Task requirements
Please count the lines in the material below that include "Content". Reply with the number alone.

++++

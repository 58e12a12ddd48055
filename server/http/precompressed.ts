import { existsSync } from 'node:fs';
import { join } from 'node:path';
import type { RequestHandler } from 'express';

const TYPES: Record<string, string> = {
  '.js': 'text/javascript; charset=utf-8',
  '.css': 'text/css; charset=utf-8',
  '.svg': 'image/svg+xml',
};

/** Sends the `.br` file that the build made beside a static file to browsers that take it. */
export function precompressed(folder: string): RequestHandler {
  const known = new Map<string, boolean>();
  const has = (path: string) => {
    const before = known.get(path);
    if (before !== undefined) return before;
    const found = existsSync(join(folder, `${path}.br`));
    known.set(path, found);
    return found;
  };
  return (request, response, next) => {
    const type = TYPES[/\.\w+$/.exec(request.path)?.[0] ?? ''];
    if (type === undefined || !/^\/(?:[\w-]+\/)*[\w.-]+$/.test(request.path)) {
      next();
      return;
    }
    response.vary('Accept-Encoding');
    if (request.acceptsEncodings(['br']) === 'br' && has(request.path)) {
      request.url = `${request.path}.br`;
      response.set('Content-Type', type);
      response.set('Content-Encoding', 'br');
    }
    next();
  };
}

++++

Answer box
2